_WHAT YOU WILL DO_: Whenever a line carries the word "lambda", pull it out of the entries.

_DATA IN THIS EXERCISE_:
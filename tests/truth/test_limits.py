"""The cases that break a careless program, each by array work and by compiled work."""

import numpy as np
import pytest

import filmstack as fs
from filmstack.wave.route import forced

C = fs.constant


@pytest.fixture(params=["small", "compiled"], autouse=True)
def route(request):
    with forced(request.param):
        yield


def one(stack, wavelength=550.0, angle=0.0):
    return fs.spectrum(stack, wavelength, angle)


def test_grazing_light_is_reflected_whole():
    # At exactly 90 deg r_s = -1 and r_p = +1 on every stack: the limit of Fresnel's formulas (Born and Wolf 1.5).
    for layers in ([], [fs.Layer(C(2.35), 80.0)], [fs.Layer(C(0.05, 3.3), 30.0), fs.Layer(C(1.0), 50.0)]):
        for exit_ in (C(1.52), C(1.0), C(0.8, 4.0)):
            s = one(fs.Stack(C(1.0), layers, exit_), angle=90.0)
            assert (s.r_s[0, 0], s.r_p[0, 0]) == (-1.0, 1.0)
            assert (s.R_s[0, 0], s.R_p[0, 0], s.T_s[0, 0], s.T_p[0, 0]) == (1.0, 1.0, 0.0, 0.0)
            assert (s.A_s[0, 0], s.A_p[0, 0], s.t_s[0, 0], s.t_p[0, 0]) == (0.0, 0.0, 0.0, 0.0)


def test_exit_at_its_critical_angle():
    # Snell: 2 to 1 at exactly 30 deg is critical; no flux leaves, lossless films reflect all.
    s = one(fs.Stack(C(2.0), [fs.Layer(C(1.5), 100.0)], C(1.0)), angle=[30.0, 45.0])
    np.testing.assert_array_equal([s.T_s, s.T_p], 0.0)
    np.testing.assert_array_equal([s.R_s, s.R_p], 1.0)
    assert np.all(np.isneginf([s.log10_T_s, s.log10_T_p, s.log10_T]))
    np.testing.assert_allclose(np.abs(s.r_s), 1.0, rtol=1e-15)


def test_film_at_its_critical_angle():
    # Closed form at kappa = 0: the layer matrix is [[1, i k0 d], [0, 1]] for s, so 1/T = 1 + (y k0 d / 2)^2.
    d = 100.0
    s = one(fs.Stack(C(2.0), [fs.Layer(C(1.0), d)], C(2.0)), angle=30.0)
    x = 0.5 * 2.0 * np.sqrt(0.75) * 2.0 * np.pi / 550.0 * d
    assert s.T_s[0, 0] == pytest.approx(1.0 / (1.0 + x * x), rel=1e-14)
    # p: [[1, 0], [i N^2 k0 d, 1]], 1/T = 1 + (k0 d / (2 y))^2 with y = N0 / cos.
    y = 2.0 / np.sqrt(0.75)
    assert s.T_p[0, 0] == pytest.approx(1.0 / (1.0 + (2.0 * np.pi / 550.0 * d / (2.0 * y)) ** 2), rel=1e-14)


def test_zero_thickness_is_as_if_absent():
    layers = [fs.Layer(C(2.35), 80.0), fs.Layer(C(0.06, 3.3), 20.0)]
    wavelength, angle = np.linspace(400.0, 700.0, 31), [0.0, 40.0]
    plain = one(fs.Stack(C(1.0), layers, C(1.52)), wavelength, angle)
    for absent in (C(1.7), C(0.0), C(0.1, 5.0), C(1.0)):
        with_nothing = one(fs.Stack(C(1.0), [layers[0], fs.Layer(absent, 0.0), layers[1]], C(1.52)), wavelength, angle)
        for name in ("R_s", "R_p", "T_s", "T_p", "t_s", "t_p"):
            assert getattr(with_nothing, name).tobytes() == getattr(plain, name).tobytes()


def test_film_of_index_zero():
    # N = 0 blocks p at oblique incidence (E_x = 0 would need H finite with E_z infinite): r_p = +1 at its front.
    stack = fs.Stack(C(1.0), [fs.Layer(C(0.0), 50.0), fs.Layer(C(1.5), 100.0)], C(1.5))
    s = one(stack, angle=[0.0, 30.0])
    assert s.r_p[1, 0] == 1.0
    assert s.T_p[1, 0] == 0.0
    assert s.t_p[1, 0] == 0.0
    assert np.isneginf(s.log10_T_p[1, 0])
    assert s.R_p[0, 0] == s.R_s[0, 0]
    # Limit of s at normal incidence: [[1, i k0 d], [0, 1]], R by hand.
    e, h = 1.0 + 1j * 2.0 * np.pi / 550.0 * 50.0 * 1.5, 1.5
    assert s.R_s[0, 0] == pytest.approx(abs((e - h) / (e + h)) ** 2, rel=1e-13)
    with pytest.raises(fs.ArgumentError, match="a film of N = 0 blocks p at oblique incidence"):
        fs.thickness_gradient(stack, 550.0, 30.0)


def test_a_millimetre_of_silver():
    # Beer and Lambert: T = T0 exp(-4 pi k d / lambda); log10 T stays finite where T has no double.
    thin, thick = (one(fs.Stack(C(1.0), [fs.Layer(C(0.05, 3.3), d)], C(1.5))) for d in (300.0, 1e6))
    assert thick.T_s[0, 0] == 0.0
    slope = 4.0 * np.pi * 3.3 / 550.0 / np.log(10.0)
    assert thick.log10_T_s[0, 0] == pytest.approx(thin.log10_T_s[0, 0] - slope * (1e6 - 300.0), rel=1e-12)
    assert thick.R_s[0, 0] + thick.A_s[0, 0] == pytest.approx(1.0, abs=1e-14)


def test_ten_thousand_quarter_waves():
    # Closed form (Macleod): Y = (nH / nL)^(2m) ns, T = 4 Y / (1 + Y)^2, m = 5000.
    layers = [fs.Layer(C(n), 550.0 / (4.0 * n)) for n in (2.35, 1.45)] * 5000
    s = one(fs.Stack(C(1.0), layers, C(1.52)))
    log10_y = 10000.0 * np.log10(2.35 / 1.45) + np.log10(1.52)
    assert s.log10_T_s[0, 0] == pytest.approx(np.log10(4.0) - log10_y, rel=1e-11)
    assert s.R_s[0, 0] == pytest.approx(1.0, abs=1e-13)
    assert s.T_s[0, 0] == 0.0


def test_lossless_layer_absorbs_exactly_nothing():
    layers = [fs.Layer(C(2.35), 80.0), fs.Layer(C(0.06, 3.3), 20.0), fs.Layer(C(1.46), 100.0), fs.Layer(C(0.7), 90.0)]
    s = one(fs.Stack(C(1.0), layers, C(1.52)), [450.0, 600.0], [0.0, 60.0])
    np.testing.assert_array_equal(s.A_layers_s[[0, 2, 3]], 0.0)
    np.testing.assert_array_equal(s.A_layers_p[[0, 2, 3]], 0.0)
    assert np.all(s.A_layers_p[1] > 0.0)


@pytest.mark.parametrize("quarters", range(1, 9))
def test_phase_of_t_has_its_quadrant(quarters):
    # A film between like media passes exp(-i k0 n d): quarter waves turn t by -90 deg each (exp(+i omega t)). The
    # rounding of the thickness alone is 2e-16 of the phase.
    film = fs.Layer(C(1.5), quarters * 550.0 / (4.0 * 1.5))
    s = one(fs.Stack(C(1.5), [film], C(1.5)))
    assert s.t_s[0, 0] == pytest.approx((-1j) ** quarters, abs=5e-16 * quarters)
    assert s.t_p[0, 0] == pytest.approx((-1j) ** quarters, abs=5e-16 * quarters)


def test_incident_medium_with_a_small_k_is_lossless_and_says_so():
    plain, lossy = (fs.Stack(C(1.515, k), [fs.Layer(C(0.06, 4.2), 50.0)], C(1.0)) for k in (0.0, 1e-6))
    a, b = one(plain, 633.0, 43.0), one(lossy, 633.0, 43.0)
    assert a.R_p.tobytes() == b.R_p.tobytes()
    assert a.notes == ()
    assert b.notes == (
        "the incident medium, constant index 1.515 - 1e-06i, counts as lossless (k up to 1e-06 left out)",
    )
    with pytest.raises(fs.ArgumentError) as caught:
        one(fs.Stack(C(1.515, 2e-4), [], C(1.0)), 633.0)
    assert str(caught.value) == (
        "stack.incident: constant index 1.515 - 0.0002i: expected k <= 0.0001, got k = 0.0002 at 633 nm. In an "
        "absorbing medium the incident and the reflected flux do not add up; choose a transparent one or narrow the "
        "wavelengths"
    )


def test_gain_only_where_allowed():
    gain = C(1.5, -0.01, allow_gain=True)
    with pytest.raises(fs.ArgumentError, match=r"Stack\.exit: an end medium with gain has no defined reflectance"):
        fs.Stack(C(1.0), [], gain)
    with pytest.raises(fs.ArgumentError, match=r"k: expected a finite extinction coefficient >= 0, got -0\.01"):
        C(1.5, -0.01)
    s = one(fs.Stack(C(1.0), [fs.Layer(gain, 500.0)], C(1.0)))
    assert s.R_s[0, 0] + s.T_s[0, 0] > 1.0


@pytest.mark.parametrize(
    ("wavelength", "angle", "message"),
    [
        (550.0, 91.0, "angle_deg[0]: expected 0 to 90 deg, got 91 deg"),
        (550.0, [0.0, -1.0], "angle_deg[1]: expected 0 to 90 deg, got -1 deg"),
        (550.0, float("nan"), "angle_deg[0]: expected 0 to 90 deg, got nan deg"),
        ([550.0, 0.0], 0.0, "wavelength_nm[1]: expected a finite value > 0 nm, got 0 nm"),
        ([550.0, float("inf")], 0.0, "wavelength_nm[1]: expected a finite value > 0 nm, got inf nm"),
        ([], 0.0, "wavelength_nm: expected a number or a list of numbers in nm, got shape (0,)"),
        ("550 nm", 0.0, "wavelength_nm: expected numbers in nm, got '550 nm'"),
    ],
)
def test_bad_axes_are_refused(wavelength, angle, message):
    with pytest.raises(fs.ArgumentError) as caught:
        one(fs.Stack(C(1.0), [], C(1.5)), wavelength, angle)
    assert str(caught.value) == message


def test_axes_are_kept_as_given():
    stack = fs.Stack(C(1.0), [fs.Layer(C(2.35), 80.0)], C(1.52))
    wavelength, angle = [600.0, 500.0, 600.0, 700.0], [45.0, 0.0, 45.0]
    s = one(stack, wavelength, angle)
    assert s.wavelength_nm.tolist() == wavelength
    assert s.angle_deg.tolist() == angle
    assert s.R_p.shape == (3, 4)
    assert s.R_p[0].tobytes() == s.R_p[2].tobytes()
    assert s.R_p[0, 0] == s.R_p[0, 2] == one(stack, 600.0, 45.0).R_p[0, 0]
    assert one(stack).R_s.shape == (1, 1)
    assert one(stack).A_layers_s.shape == (1, 1, 1)


def test_plates_have_no_phase_but_a_finite_log():
    stack = fs.Stack(C(1.0), [fs.Plate(C(1.5, 0.5), 1.0), fs.Layer(C(2.0), 50.0)], C(1.0))
    s = one(stack, angle=[0.0, 50.0])
    assert np.all(s.T_s == 0.0)
    # Lambert: 4 pi k d / lambda over ln 10 at normal incidence, plus the two faces.
    assert s.log10_T_s[0, 0] == pytest.approx(-4.0 * np.pi * 0.5 * 1e6 / 550.0 / np.log(10.0), rel=1e-3)
    np.testing.assert_allclose(s.R_p + s.A_p, 1.0, atol=1e-14)
    with pytest.raises(fs.CoherenceError, match="a stack with a thick plate has no amplitude reflectance"):
        _ = s.r_s
    with pytest.raises(fs.CoherenceError, match="no amplitude derivatives"):
        _ = fs.thickness_gradient(stack, 550.0).dr_s


def test_total_reflection_at_the_back_face():
    # Prism on a plate: light beyond the critical angle of the back face is reflected whole, whatever the films.
    layers = [fs.Layer(C(2.1), 60.0), fs.Plate(C(1.5), 1.0), fs.Layer(C(1.38), 100.0)]
    s = one(fs.Stack(C(1.5), layers, C(1.0)), angle=60.0)
    assert (s.T_s[0, 0], s.T_p[0, 0]) == (0.0, 0.0)
    assert (s.R_s[0, 0], s.R_p[0, 0]) == (1.0, 1.0)


def test_what_t_is():
    glass = C(1.52)
    assert one(fs.Stack(C(1.0), [], glass)).transmittance_into == "into constant index 1.52 (no exit face)"
    assert "through the part" in one(fs.Stack(C(1.0), [fs.Plate(glass, 1.0)], C(1.0))).transmittance_into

_SOLUTION TO THE EXERCISE_:
    # Beer and Lambert: T = T0 exp(-4 pi k d / lambda); log10 T stays finite where T has no double.
    # Lambert: 4 pi k d / lambda over ln 10 at normal incidence, plus the two faces.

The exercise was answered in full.